This page last changed on Jul 12, 2006 by acuster.
This is a page to discuss what a security framework in GeoServer might look like. For the first step we only really want 'attribution', which just requires a log in for any operation. But further on we'd likely prefer more granular operations like who has view access, who has write access, ect.
(please add more)
- Not writing our own user permissioning management, handled by someone else
- Able to plug in to other user management systems, like LDAP, ect.
- Fairly independant of GeoServer (like perhaps its own module)
- Ability for GeoServer services to access the permission information.
- JAAS - The Java Authentication and Authorization Service (JAAS) is a set of APIs that enable services to authenticate and enforce access controls upon users. It implements a Java technology version of the standard Pluggable Authentication Module (PAM) framework, and supports user-based authorization. This is included in JDK 1.4. Not sure if it really does everything we need. There has been some geoserver work with this, see: [GEOTOOLS:SIS Meta Infrastructure current software], which has code for security. There may be stuff in there that can be reused.
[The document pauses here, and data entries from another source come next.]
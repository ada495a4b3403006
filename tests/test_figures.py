"""The figures: legible layouts, lines that can be told apart, a cost axis that shows the decision.

The arrays here are invented; the checks are of drawing, not of any forecast. Where a rule is common
practice with no single source, the test says so.
"""

from __future__ import annotations

import io
import itertools

import matplotlib.colors as mcolors
import matplotlib.image as mpimg
import numpy as np
import pytest

from simulator.account import cost_figures, figure_style, stress_figures
from simulator.account.cost_figures import focus_range
from simulator.account.figure_style import BASELINE_STYLE, OKABE_ITO, Words

WORDS = Words(event="dry day", action="send the crews out", currency="EUR", reference="always_act",
              labels={"never_act": "Never send the crews out", "always_act": "Always send the crews out"})
CUTOFFS = np.round(np.linspace(0.0, 1.0, 101), 2)


def _image(png: bytes) -> np.ndarray:
    return mpimg.imread(io.BytesIO(png), format="png")[..., :3]


def _share_of_colour(image: np.ndarray, colour: str, tolerance: float = 0.06) -> float:
    rgb = np.array(mcolors.to_rgb(colour))
    return float((np.abs(image - rgb).max(axis=2) < tolerance).mean())


def test_each_baseline_has_its_own_colour_and_dash():
    # Okabe and Ito (2008), "Color Universal Design": the eight colours are told apart by colour-blind
    # readers; a dash of its own per line keeps them apart in grey print (common practice, no source)
    palette = set(OKABE_ITO.values()) | {figure_style._GREY}
    for (a, sa), (b, sb) in itertools.combinations(BASELINE_STYLE.items(), 2):
        assert sa["color"] != sb["color"], (a, b)
        assert sa["linestyle"] != sb["linestyle"], (a, b)
    assert all(style["color"] in palette for style in BASELINE_STYLE.values())
    # the slider's marker on the page is yellow, the recommended cutoff black, the model blue
    taken = {OKABE_ITO["yellow"], OKABE_ITO["black"], OKABE_ITO["blue"]}
    assert not taken & {style["color"] for style in BASELINE_STYLE.values()}


def test_cost_axis_zooms_on_a_decision_squeezed_into_a_corner():
    # common practice, no source: the axis shows where the decision lies, widened on each side
    lo, hi = focus_range(CUTOFFS, [0.08, 0.05, 0.03, 0.20, 0.07])
    assert lo == 0.0 and hi == pytest.approx(0.30)
    assert lo <= 0.03 and hi >= 0.20
    # a decision spread over much of the grid keeps the whole grid
    assert focus_range(CUTOFFS, [0.80, 0.72, 0.70, 0.87, 0.66, 0.89]) == (0.0, 1.0)
    # nothing to focus on: the whole grid
    assert focus_range(CUTOFFS, [float("nan")]) == (0.0, 1.0)


def _cost_chart(recommended: float, narrow: bool = False, **kw) -> figure_style.Chart:
    mean = 500_000 + 400_000 * (CUTOFFS - recommended) ** 2
    baselines = {"never_act": 900_000.0, "always_act": 800_000.0, "perfect": 300_000.0}
    return cost_figures.cost_chart(CUTOFFS, mean, mean - 50_000, mean + 50_000, baselines, recommended, 0.05, [],
                              WORDS, narrow=narrow, **kw)


def test_cost_chart_geometry_gives_the_zoomed_axis():
    zoomed = _cost_chart(0.08, focus=(0.03, 0.20)).geometry
    assert (zoomed["xmin"], zoomed["xmax"]) == pytest.approx((0.0, 0.30))
    full = _cost_chart(0.5, focus=(0.2, 0.8)).geometry
    assert (full["xmin"], full["xmax"]) == (0.0, 1.0)


def test_narrow_layout_is_made_for_a_phone():
    """Shown 350 CSS pixels wide (a 390 px phone less the page's margins), a 9-point label is
    9/72 in x 350 px / (figure width in inches) high: about 10 px in the narrow layout, about 5 px in
    the wide one (9/72 x 350 / 8)."""
    width_in, dpi, legend_columns, _ = figure_style._layout(narrow=True)
    wide, narrow = _image(_cost_chart(0.5).png), _image(_cost_chart(0.5, narrow=True).png)
    assert narrow.shape[1] == round(width_in * dpi)
    assert 9 / 72 * 350 / width_in >= 10
    assert 9 / 72 * 350 / (wide.shape[1] / figure_style._DPI) < 6
    assert legend_columns == 1 and narrow.shape[0] > narrow.shape[1]  # the legend in one column below


def test_figures_are_byte_identical_from_run_to_run():
    for narrow in (False, True):
        assert _cost_chart(0.3, narrow=narrow).png == _cost_chart(0.3, narrow=narrow).png
        savings = np.random.default_rng(3).normal(1000, 800, 400)
        a = cost_figures.savings_chart(savings, "always send the crews out", WORDS, narrow=narrow).png
        b = cost_figures.savings_chart(savings, "always send the crews out", WORDS, narrow=narrow).png
        assert a == b


def test_savings_legend_sits_below_the_axes():
    """No legend is drawn over the bars or the zero line: its patch for saving seasons sits at the
    foot of the figure, below the axis and its label."""
    savings = np.random.default_rng(5).normal(20_000, 15_000, 2_000)
    image = _image(cost_figures.savings_chart(savings, "always send the crews out", WORDS).png)
    blue = (np.abs(image - mcolors.to_rgb(OKABE_ITO["blue"])).max(axis=2) < 0.06).any(axis=1)
    rows = np.flatnonzero(blue)
    foot = rows[rows > 0.9 * image.shape[0]]
    assert foot.size, "no legend patch at the foot of the figure"
    # between the bars and the legend lie the tick labels and the axis label: a band with no blue
    assert not blue[int(0.8 * image.shape[0]):int(0.9 * image.shape[0])].all()


def test_stress_chart_marks_the_reference_rule_in_each_case():
    names = ["As in the history", "A wetter year"]
    args = (names, [500.0, 560.0], [450.0, 500.0], [550.0, 620.0], [500.0, 540.0])
    png = stress_figures.stress_chart(*args, [580.0, 660.0], WORDS).png
    # always_act is the reference here: its green marks each case
    assert _share_of_colour(_image(png), BASELINE_STYLE["always_act"]["color"]) > 1e-4
    moved = stress_figures.stress_chart(*args, [600.0, 680.0], WORDS).png
    assert moved != png
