def test_run_reports_operations_components_that_add_up(small_history, make_scenario):
    scenario = make_scenario(season=SEASON, decision={"cutoffs": [0.0, 1.0, 0.05]}, operations=RULES,
                             simulation={"replicates": 40, "seed": 3})
    history = history_from_frame(small_history, scenario, label="history.csv")
    result = run_history(scenario, history)
    ops = result.operations
    parts = sum(ops.extras[f"{name}_cost"] for name in COMPONENTS)
    np.testing.assert_allclose(parts[:, : result.cutoffs.size], result.model_cost, rtol=1e-12)
    block = summary(result)["operations"]
    at = block["at_recommended_cutoff"]
    assert at["mean_components"]["total_cost"] == pytest.approx(result.strategies["model"].mean)
    assert sum(share for _, share in at["completion_by_week"]) == pytest.approx(1.0)
    assert set(block["baselines"]) == {"never_act", "always_act", "persistence", "seasonal_rate", "perfect"}
    assert "mean_late_damages_cost" in result.table.columns
    # without [operations] the summary has no operations block
    plain = make_scenario(season=SEASON, simulation={"replicates": 20})
    assert "operations" not in summary(run_history(plain, history_from_frame(small_history, plain)))


def test_played_seasons_priced_again_equal_a_run_at_those_prices(small_history, make_scenario):
    """How the crews work does not depend on the prices, so the kept day counts priced again at
    other prices give bit for bit what a run at those prices gives (a property of the model as
    stated in rules/operating_rules.py: no rule reads a price)."""
    keys = dict(season=SEASON, decision={"cutoffs": [0.0, 1.0, 0.05]}, simulation={"replicates": 30, "seed": 5})
    base = run_history(*_run_inputs(small_history, make_scenario(operations=RULES, **keys)))
    np.testing.assert_array_equal(base.operations.season_cost_at()[:, : base.cutoffs.size], base.model_cost)
    moved = {"day_rate": 650, "standby_rate": 90, "spoilage_cost": 0, "damages_per_day_late": 2500,
             "unfinished_cost": 1200.5}
    other = run_history(*_run_inputs(small_history, make_scenario(operations={**RULES, **moved}, **keys)))
    priced = base.operations.season_cost_at(base.operations.rules.prices.moved(**moved))
    np.testing.assert_array_equal(priced[:, : base.cutoffs.size], other.model_cost)
    for i, name in enumerate(BASELINES):
        np.testing.assert_array_equal(priced[:, base.cutoffs.size + i], other.baseline_cost[name])


def _run_inputs(frame, scenario):
    return scenario, history_from_frame(frame, scenario, label="history.csv")


def test_rules_demo_documents_every_key_and_runs():
    text = RULES_DEMO.read_text()
    written = tomllib.loads(text)["operations"]
    assert set(written) == set(OperationsSection.model_fields)  # every key shown in the demo
    scenario = read_scenario(RULES_DEMO)
    result = run_history(scenario, read_history(scenario), replicates=30)
    block = summary(result)["operations"]
    assert block["working_days"] == 150  # 152 weekdays April-October 2027, less 2 holidays
    assert block["deadline"] == "2027-09-24"


def test_a_season_holiday_is_no_working_day():
    # 2027-06-15 is a Tuesday inside the rules demo's season and not one of its [operations] holidays
    scenario = read_scenario(RULES_DEMO)
    season = scenario.season.model_copy(update={"holidays": (date(2027, 6, 15),)})
    scenario = scenario.model_copy(update={"season": season})
    result = run_history(scenario, read_history(scenario), replicates=30)
    assert np.datetime64("2027-06-15") not in result.calendar.dates
    assert summary(result)["operations"]["working_days"] == 149  # the demo's 150, less that day
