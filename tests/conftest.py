"""Shared fixtures for the core's tests: small synthetic histories and scenarios, and seeds.

Every history made here is invented test data: dates, probabilities and outcomes drawn from a
fixed seed. Histories drawn with ``outcome ~ Bernoulli(p)`` are calibrated by construction
(common practice, no source). Factories that touch no files are session-scoped, so hypothesis
tests may use them; the writers live in ``tmp_path`` and are function-scoped.
"""

from __future__ import annotations

from pathlib import Path

import numpy as np
import pandas as pd
import pytest

from simulator.inputs.history import history_from_frame
from simulator.inputs.scenario import scenario_from_text

# the cost matrix of issue 2's example scenario (per occasion, in the currency)
EXAMPLE_COSTS = {"hit": 300, "false_alarm": 1800, "miss": 2500, "correct_negative": 0}


# ------------------------------------------------------------------------------------------------
# seeds


@pytest.fixture
def seed() -> int:
    """The seed of the synthetic data in a test (arch ``test_bootstrap.py`` keeps seeds as fixtures)."""
    return 20270415


@pytest.fixture
def rng(seed) -> np.random.Generator:
    return np.random.default_rng(seed)


@pytest.fixture
def run_seed() -> int:
    """The seed handed to the simulator (``--seed``), kept apart from the data's seed."""
    return 7


# ------------------------------------------------------------------------------------------------
# TOML writing (the standard library reads TOML but does not write it)


def _toml_value(value) -> str:
    if isinstance(value, bool):
        return "true" if value else "false"
    if isinstance(value, int | float):
        return repr(value)
    if isinstance(value, str):
        return '"' + value.replace("\\", "\\\\").replace('"', '\\"') + '"'
    if isinstance(value, list | tuple):
        return "[" + ", ".join(_toml_value(v) for v in value) + "]"
    raise TypeError(f"cannot write {value!r} as TOML")


def scenario_toml(*, name: str = "test scenario", top: dict | None = None, **sections) -> str:
    """TOML text of a scenario: ``name``, extra top-level keys, then one table per section.

    A section given as None is left out; ``costs`` defaults to :data:`EXAMPLE_COSTS`.
    """
    sections.setdefault("costs", EXAMPLE_COSTS)
    lines = [f"name = {_toml_value(name)}"]
    lines += [f"{k} = {_toml_value(v)}" for k, v in (top or {}).items()]
    for section, keys in sections.items():
        if keys is None:
            continue
        lines += ["", f"[{section}]"]
        lines += [f"{k} = {_toml_value(v)}" for k, v in keys.items()]
    return "\n".join(lines) + "\n"


@pytest.fixture(scope="session")
def toml_text():
    """:func:`scenario_toml`, for tests that write their own scenario text."""
    return scenario_toml


@pytest.fixture(scope="session")
def make_scenario():
    """``make_scenario(**sections)``: a validated Scenario from section dicts (see scenario_toml)."""

    def make(**sections):
        return scenario_from_text(scenario_toml(**sections))

    return make


# ------------------------------------------------------------------------------------------------
# synthetic histories


def calibrated_frame(rng: np.random.Generator, start: str = "2020-01-01", end: str = "2022-12-31",
                     p: np.ndarray | None = None) -> pd.DataFrame:
    """Daily rows from ``start`` to ``end``: probability p (2 decimals, uniform on [0, 1] unless
    given) and an outcome drawn from it, so the forecast is calibrated. Columns as a user writes
    them: ``date`` (ISO text), ``probability``, ``outcome`` (0/1)."""
    dates = pd.date_range(start, end, freq="D")
    if p is None:
        p = rng.random(dates.size)
    p = np.round(np.asarray(p, dtype=float), 2)
    outcome = (rng.random(dates.size) < p).astype(int)
    return pd.DataFrame({"date": dates.strftime("%Y-%m-%d"), "probability": p, "outcome": outcome})


def markov_events(rng: np.random.Generator, p01: np.ndarray, p11: np.ndarray) -> np.ndarray:
    """A two-state Markov chain, True = event; p01 = P(event | none before), p11 = P(event | event
    before), each (n,) (day-varying allowed). The one truly sequential loop of the tests."""
    n = p01.size
    u = rng.random(n)
    out = np.zeros(n, dtype=bool)
    state = bool(u[0] < p01[0] / (1.0 - p11[0] + p01[0]))  # stationary share (common practice)
    out[0] = state
    for t in range(1, n):
        state = bool(u[t] < (p11[t] if state else p01[t]))
        out[t] = state
    return out


def markov_frame(rng: np.random.Generator, years: int, p01, p11, start: str = "2000-01-01") -> pd.DataFrame:
    """Daily rows over ``years`` calendar years of a (possibly seasonal) Markov chain of events.

    ``p01`` and ``p11`` are numbers or functions of the month (1..12) giving arrays. The probability
    column is the chain's own one-step forecast (P(event | yesterday)), which is calibrated.
    """
    end = pd.Timestamp(start) + pd.DateOffset(years=years) - pd.Timedelta(days=1)
    dates = pd.date_range(start, end, freq="D")
    month = dates.month.to_numpy()
    a = np.broadcast_to(p01(month) if callable(p01) else p01, month.shape).astype(float)
    b = np.broadcast_to(p11(month) if callable(p11) else p11, month.shape).astype(float)
    event = markov_events(rng, a, b)
    before = np.concatenate([[False], event[:-1]])
    p = np.where(before, b, a)
    return pd.DataFrame({"date": dates.strftime("%Y-%m-%d"), "probability": np.round(p, 4),
                         "outcome": event.astype(int)})


@pytest.fixture(scope="session")
def synthetic():
    """The history generators, for tests that draw their own: ``synthetic.calibrated_frame``,
    ``synthetic.markov_frame``, ``synthetic.markov_events``."""
    from types import SimpleNamespace

    return SimpleNamespace(calibrated_frame=calibrated_frame, markov_frame=markov_frame,
                           markov_events=markov_events)


@pytest.fixture(scope="session")
def make_history(make_scenario):
    """``make_history(frame, **sections)``: a checked History from a frame, without files."""

    def make(frame: pd.DataFrame, **sections):
        scenario = make_scenario(**sections)
        return history_from_frame(frame, scenario, label="history.csv")

    return make


@pytest.fixture
def history_frame(rng) -> pd.DataFrame:
    """Three years of calibrated daily forecasts (2020-2022, 1096 rows)."""
    return calibrated_frame(rng)


# ------------------------------------------------------------------------------------------------
# files in tmp_path


@pytest.fixture
def write_history(tmp_path):
    """``write_history(data, name="history.csv") -> Path``: a DataFrame as CSV (or Parquet when
    the name ends in .parquet), or str/bytes written verbatim."""

    def write(data, name: str = "history.csv") -> Path:
        path = tmp_path / name
        if isinstance(data, pd.DataFrame):
            if path.suffix == ".parquet":
                data.to_parquet(path, index=False)
            else:
                data.to_csv(path, index=False, lineterminator="\n")
        elif isinstance(data, bytes):
            path.write_bytes(data)
        else:
            path.write_text(data)
        return path

    return write


@pytest.fixture
def write_scenario(tmp_path):
    """``write_scenario(text=None, name="scenario.toml", **sections) -> Path``: TOML text written
    verbatim, or built by :func:`scenario_toml` with a small replicate count and the history
    path "history.csv" unless the sections say otherwise."""

    def write(text: str | None = None, name: str = "scenario.toml", **sections) -> Path:
        if text is None:
            history = {"path": "history.csv", **(sections.pop("history", None) or {})}
            simulation = {"replicates": 60, "seed": 11, **(sections.pop("simulation", None) or {})}
            text = scenario_toml(history=history, simulation=simulation, **sections)
        path = tmp_path / name
        path.write_text(text)
        return path

    return write
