def test_a_dangling_symbolic_link_is_refused_before_any_work(good, tmp_path, never_runs):
    link = tmp_path / "out"
    link.symlink_to(tmp_path / "gone")
    assert_one_line(gonogo("run", good, "--out", link, "--force"),
                    f"is a symbolic link to {tmp_path / 'gone'}, which does not exist")
    assert link.is_symlink() and not (tmp_path / "gone").exists()


def test_a_symbolic_link_to_a_folder_stays_a_link_to_the_new_results(tmp_path):
    real, link = tmp_path / "real", tmp_path / "out"
    real.mkdir()
    link.symlink_to(real)
    write_files(result(1), link, force=False)
    write_files(result(2), link, force=True)
    assert link.is_symlink() and snapshot(real)["summary.json"] == result(2)["summary.json"]


def test_a_name_too_long_for_the_file_system_is_refused_before_any_work(good, tmp_path, never_runs):
    message = assert_one_line(gonogo("run", good, "--out", tmp_path / ("x" * 300)),
                              "is 300 bytes long, more than the 255 this file system allows")
    assert len(message) < 400  # the path is cut in the middle, not quoted whole
    assert not list(tmp_path.glob("x*"))


def test_a_long_scenario_name_does_not_name_the_default_folder(
        write_history, write_scenario, history_frame, toml_text, tmp_path, monkeypatch):
    write_history(history_frame)
    # 150 letters of two bytes each: 300 bytes, more than a folder's name may have on most file
    # systems; the default folder is named after the scenario file instead, whose name fits
    scenario = write_scenario(toml_text(name="\u00e9" * 150, history={"path": "history.csv"}))
    monkeypatch.chdir(tmp_path)
    result = gonogo("run", scenario, "--replicates", 20, "--quiet")
    assert result.exit_code == 0, result.output
    assert (tmp_path / "outputs" / scenario.stem / "summary.json").exists()


def test_missing_parents_made_for_the_check_are_removed_again(tmp_path):
    check_out_folder(tmp_path / "a" / "b" / "out", force=False)
    assert list(tmp_path.iterdir()) == []


def test_a_read_only_parent_is_refused_before_any_work_for_a_user_without_root(good, history_frame):
    """Run as the user "nobody" (root writes anywhere, so root drops its rights in a child)."""
    if os.geteuid() != 0:
        pytest.skip("needs root to become the user nobody; as an ordinary user, a read-only parent "
                    "is the ordinary case")
    # the child imports the rest of the command line lazily after dropping to nobody, so nobody must
    # be able to reach this Python's packages (not so in a checkout inside a 0700 folder)
    if any(not folder.stat().st_mode & 0o001 for folder in Path(sys.prefix).resolve().parents):
        pytest.skip("the user nobody cannot reach this environment's packages (a folder above it is not "
                    "open to others)")
    base = Path(tempfile.mkdtemp(prefix="gonogo-nobody-"))  # in /tmp: pytest's own folder is 0700
    try:
        os.chmod(base, 0o755)
        shutil.copy(good, base / "scenario.toml")
        shutil.copy(good.parent / "history.csv", base / "history.csv")
        parent = base / "locked"
        parent.mkdir()
        os.chmod(parent, 0o555)
        script = f"""
import os, sys
import simulator.cli, simulator.run
os.setgid(65534)
os.setuid(65534)
sys.argv = ["gonogo", "run", {str(base / "scenario.toml")!r}, "--out", {str(parent / "out")!r}]
simulator.cli.run = lambda *a, **k: sys.exit("the simulation ran before the folder was checked")
simulator.cli.app()
"""
        done = subprocess.run([sys.executable, "-c", script], cwd=ROOT, capture_output=True, text=True,
                              timeout=60)
        assert done.returncode == 2, done.stderr
        lines = done.stderr.strip().splitlines()
        assert len(lines) == 1 and "Traceback" not in done.stderr
        assert lines[0].startswith(f"error: {parent / 'out'}: cannot write the results there (permission "
                                   "denied)")
        assert list(parent.iterdir()) == []
    finally:
        shutil.rmtree(base, ignore_errors=True)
- Distribute Access Control System. These guys have worked with uDig in the past. They implemented with a WFS as well. It stands completely independant, and plugs in to a number of role backends. It's also very fast. Works with apache, installed separately. Can have integration at the code level without too much difficulty. Could be a very good option. Downside is that it's not java, would require people to install an extra piece of software.
- Acegi - Security services for Spring. Lots of nice features. Suggested by Seraph, they said it's more complex, probably a bit of a higher learning curve. But if we've got spring going already it could be good... article about it.